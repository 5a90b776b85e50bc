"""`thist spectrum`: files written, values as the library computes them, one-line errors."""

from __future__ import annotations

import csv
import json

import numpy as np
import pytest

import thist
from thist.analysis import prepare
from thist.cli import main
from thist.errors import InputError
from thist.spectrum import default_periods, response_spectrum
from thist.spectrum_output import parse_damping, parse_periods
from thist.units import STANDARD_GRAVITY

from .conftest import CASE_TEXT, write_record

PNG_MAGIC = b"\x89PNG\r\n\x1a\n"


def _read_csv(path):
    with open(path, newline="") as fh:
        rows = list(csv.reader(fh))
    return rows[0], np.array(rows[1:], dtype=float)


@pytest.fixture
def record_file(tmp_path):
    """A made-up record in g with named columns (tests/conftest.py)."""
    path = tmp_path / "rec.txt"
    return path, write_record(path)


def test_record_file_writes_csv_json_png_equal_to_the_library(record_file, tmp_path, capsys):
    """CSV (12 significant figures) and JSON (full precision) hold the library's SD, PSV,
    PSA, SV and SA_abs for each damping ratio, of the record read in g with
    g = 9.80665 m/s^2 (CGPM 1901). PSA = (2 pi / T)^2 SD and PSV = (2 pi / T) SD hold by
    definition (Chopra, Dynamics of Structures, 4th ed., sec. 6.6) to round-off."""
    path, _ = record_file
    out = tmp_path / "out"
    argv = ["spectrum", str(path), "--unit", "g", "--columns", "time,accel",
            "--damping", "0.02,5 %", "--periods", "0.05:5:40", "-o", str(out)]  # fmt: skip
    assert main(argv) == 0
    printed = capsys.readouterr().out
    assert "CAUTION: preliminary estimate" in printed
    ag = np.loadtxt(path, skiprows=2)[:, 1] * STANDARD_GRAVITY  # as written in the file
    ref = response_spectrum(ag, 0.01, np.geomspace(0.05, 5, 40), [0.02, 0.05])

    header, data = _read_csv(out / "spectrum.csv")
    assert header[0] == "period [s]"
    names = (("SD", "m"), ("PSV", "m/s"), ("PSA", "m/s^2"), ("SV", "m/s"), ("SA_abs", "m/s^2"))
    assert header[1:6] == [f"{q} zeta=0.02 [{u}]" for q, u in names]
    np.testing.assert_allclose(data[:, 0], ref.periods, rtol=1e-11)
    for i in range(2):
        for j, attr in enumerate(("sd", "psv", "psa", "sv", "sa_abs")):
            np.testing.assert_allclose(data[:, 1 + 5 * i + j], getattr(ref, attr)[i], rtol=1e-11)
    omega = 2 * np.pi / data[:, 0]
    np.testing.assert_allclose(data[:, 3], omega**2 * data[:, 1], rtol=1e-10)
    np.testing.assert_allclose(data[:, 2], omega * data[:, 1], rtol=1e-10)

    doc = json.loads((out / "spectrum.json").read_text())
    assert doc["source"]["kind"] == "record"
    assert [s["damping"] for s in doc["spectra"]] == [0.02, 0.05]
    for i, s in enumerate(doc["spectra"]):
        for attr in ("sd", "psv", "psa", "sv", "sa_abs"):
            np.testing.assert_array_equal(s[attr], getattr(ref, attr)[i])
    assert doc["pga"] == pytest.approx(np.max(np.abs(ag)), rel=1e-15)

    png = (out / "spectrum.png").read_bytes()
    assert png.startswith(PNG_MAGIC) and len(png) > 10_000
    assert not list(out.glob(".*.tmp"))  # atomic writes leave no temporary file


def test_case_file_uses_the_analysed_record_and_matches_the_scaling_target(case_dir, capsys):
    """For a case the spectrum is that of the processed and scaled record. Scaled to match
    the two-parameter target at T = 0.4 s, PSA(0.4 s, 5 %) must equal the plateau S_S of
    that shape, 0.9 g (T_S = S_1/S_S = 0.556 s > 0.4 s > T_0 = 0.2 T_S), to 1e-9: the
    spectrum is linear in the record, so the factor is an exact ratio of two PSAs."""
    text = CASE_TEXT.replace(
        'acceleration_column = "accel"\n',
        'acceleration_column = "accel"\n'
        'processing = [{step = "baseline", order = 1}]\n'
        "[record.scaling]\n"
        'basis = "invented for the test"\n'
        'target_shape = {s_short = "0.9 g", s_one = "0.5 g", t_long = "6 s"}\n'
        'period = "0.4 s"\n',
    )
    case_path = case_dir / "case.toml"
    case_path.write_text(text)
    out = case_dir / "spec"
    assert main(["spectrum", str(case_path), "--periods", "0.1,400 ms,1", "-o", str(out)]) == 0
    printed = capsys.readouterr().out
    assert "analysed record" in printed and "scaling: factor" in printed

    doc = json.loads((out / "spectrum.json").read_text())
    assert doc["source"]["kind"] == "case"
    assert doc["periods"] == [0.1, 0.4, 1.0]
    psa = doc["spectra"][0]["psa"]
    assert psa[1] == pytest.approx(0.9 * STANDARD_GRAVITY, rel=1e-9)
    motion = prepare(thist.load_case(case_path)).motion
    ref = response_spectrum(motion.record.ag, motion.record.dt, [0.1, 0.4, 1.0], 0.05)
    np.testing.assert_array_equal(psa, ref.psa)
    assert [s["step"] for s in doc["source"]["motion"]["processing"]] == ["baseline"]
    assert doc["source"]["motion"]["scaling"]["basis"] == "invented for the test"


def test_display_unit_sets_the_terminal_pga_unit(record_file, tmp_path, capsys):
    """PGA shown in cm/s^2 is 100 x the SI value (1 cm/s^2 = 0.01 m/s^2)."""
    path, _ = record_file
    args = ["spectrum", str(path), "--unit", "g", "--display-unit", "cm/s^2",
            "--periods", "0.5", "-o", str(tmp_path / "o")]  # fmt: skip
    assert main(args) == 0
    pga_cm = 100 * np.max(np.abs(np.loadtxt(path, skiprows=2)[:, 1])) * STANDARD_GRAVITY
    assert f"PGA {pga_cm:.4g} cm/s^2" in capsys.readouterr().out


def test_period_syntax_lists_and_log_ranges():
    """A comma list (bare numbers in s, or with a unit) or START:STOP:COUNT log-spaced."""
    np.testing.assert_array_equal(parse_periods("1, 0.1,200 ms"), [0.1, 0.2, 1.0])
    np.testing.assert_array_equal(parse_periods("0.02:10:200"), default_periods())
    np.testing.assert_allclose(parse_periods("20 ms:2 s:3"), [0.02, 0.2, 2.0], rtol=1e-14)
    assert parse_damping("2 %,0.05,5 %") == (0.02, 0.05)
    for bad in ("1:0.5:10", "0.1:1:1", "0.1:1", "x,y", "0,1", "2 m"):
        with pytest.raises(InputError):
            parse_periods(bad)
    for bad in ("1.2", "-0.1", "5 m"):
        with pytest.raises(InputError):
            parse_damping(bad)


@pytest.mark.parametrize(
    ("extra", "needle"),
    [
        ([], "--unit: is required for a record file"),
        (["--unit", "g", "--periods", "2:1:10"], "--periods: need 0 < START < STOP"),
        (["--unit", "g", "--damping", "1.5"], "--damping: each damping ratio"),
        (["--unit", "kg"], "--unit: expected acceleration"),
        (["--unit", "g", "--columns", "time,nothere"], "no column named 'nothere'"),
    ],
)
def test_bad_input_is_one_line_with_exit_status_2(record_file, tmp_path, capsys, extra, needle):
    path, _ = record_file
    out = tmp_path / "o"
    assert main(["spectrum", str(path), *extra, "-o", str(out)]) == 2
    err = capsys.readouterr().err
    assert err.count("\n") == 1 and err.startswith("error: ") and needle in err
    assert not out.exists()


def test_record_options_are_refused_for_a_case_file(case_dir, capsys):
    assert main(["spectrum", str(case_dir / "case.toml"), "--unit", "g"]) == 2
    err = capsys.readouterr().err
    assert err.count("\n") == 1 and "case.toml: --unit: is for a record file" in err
········
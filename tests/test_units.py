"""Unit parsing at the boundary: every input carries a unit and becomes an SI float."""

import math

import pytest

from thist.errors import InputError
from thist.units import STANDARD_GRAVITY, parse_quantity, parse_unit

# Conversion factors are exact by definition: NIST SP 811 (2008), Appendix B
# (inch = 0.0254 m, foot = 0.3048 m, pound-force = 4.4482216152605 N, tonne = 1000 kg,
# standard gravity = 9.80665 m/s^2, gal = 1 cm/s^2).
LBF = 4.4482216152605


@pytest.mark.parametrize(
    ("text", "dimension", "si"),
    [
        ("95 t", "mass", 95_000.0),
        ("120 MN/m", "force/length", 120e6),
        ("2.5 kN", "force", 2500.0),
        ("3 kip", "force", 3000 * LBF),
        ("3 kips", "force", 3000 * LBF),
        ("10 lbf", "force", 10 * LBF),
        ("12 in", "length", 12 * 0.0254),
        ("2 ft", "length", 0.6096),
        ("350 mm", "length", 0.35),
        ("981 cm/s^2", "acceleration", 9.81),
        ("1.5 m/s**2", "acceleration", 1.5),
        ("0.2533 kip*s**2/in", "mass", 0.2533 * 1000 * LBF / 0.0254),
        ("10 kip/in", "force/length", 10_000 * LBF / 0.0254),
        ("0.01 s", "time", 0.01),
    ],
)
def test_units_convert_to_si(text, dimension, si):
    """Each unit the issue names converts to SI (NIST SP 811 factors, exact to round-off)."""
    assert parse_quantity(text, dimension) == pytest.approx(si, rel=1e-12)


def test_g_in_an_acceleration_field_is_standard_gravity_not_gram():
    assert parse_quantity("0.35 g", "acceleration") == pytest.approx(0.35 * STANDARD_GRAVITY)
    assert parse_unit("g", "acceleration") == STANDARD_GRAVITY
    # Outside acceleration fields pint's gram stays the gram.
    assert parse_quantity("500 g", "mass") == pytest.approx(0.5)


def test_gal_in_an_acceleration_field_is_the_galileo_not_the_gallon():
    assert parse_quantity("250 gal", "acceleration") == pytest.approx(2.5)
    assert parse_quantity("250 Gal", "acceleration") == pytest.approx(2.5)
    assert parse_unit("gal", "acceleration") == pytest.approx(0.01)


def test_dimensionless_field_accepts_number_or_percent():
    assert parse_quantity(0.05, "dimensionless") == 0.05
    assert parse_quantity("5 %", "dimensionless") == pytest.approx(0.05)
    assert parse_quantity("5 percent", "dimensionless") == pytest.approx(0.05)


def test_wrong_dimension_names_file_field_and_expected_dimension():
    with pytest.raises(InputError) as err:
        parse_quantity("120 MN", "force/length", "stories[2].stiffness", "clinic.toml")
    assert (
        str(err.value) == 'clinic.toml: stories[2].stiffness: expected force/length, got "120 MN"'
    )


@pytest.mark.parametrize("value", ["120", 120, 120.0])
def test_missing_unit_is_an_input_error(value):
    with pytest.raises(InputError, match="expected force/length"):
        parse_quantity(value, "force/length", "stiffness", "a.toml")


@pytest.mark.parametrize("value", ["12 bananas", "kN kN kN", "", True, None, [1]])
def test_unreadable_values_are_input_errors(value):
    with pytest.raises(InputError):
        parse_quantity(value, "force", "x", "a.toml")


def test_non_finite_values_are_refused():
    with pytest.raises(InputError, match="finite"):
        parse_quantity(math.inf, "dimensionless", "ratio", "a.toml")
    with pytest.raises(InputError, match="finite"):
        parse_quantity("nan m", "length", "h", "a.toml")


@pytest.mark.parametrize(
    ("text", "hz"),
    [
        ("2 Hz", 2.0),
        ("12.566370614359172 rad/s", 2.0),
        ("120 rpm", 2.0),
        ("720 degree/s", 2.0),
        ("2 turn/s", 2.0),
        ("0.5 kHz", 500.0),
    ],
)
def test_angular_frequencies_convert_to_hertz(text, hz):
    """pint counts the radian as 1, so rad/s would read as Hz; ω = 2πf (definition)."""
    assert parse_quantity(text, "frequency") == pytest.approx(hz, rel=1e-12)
········
* ABOUT THIS TASK
The lines above may hold the string "source". Say how many do, and give only that number.

* ANSWER TO THE EXERCISE
4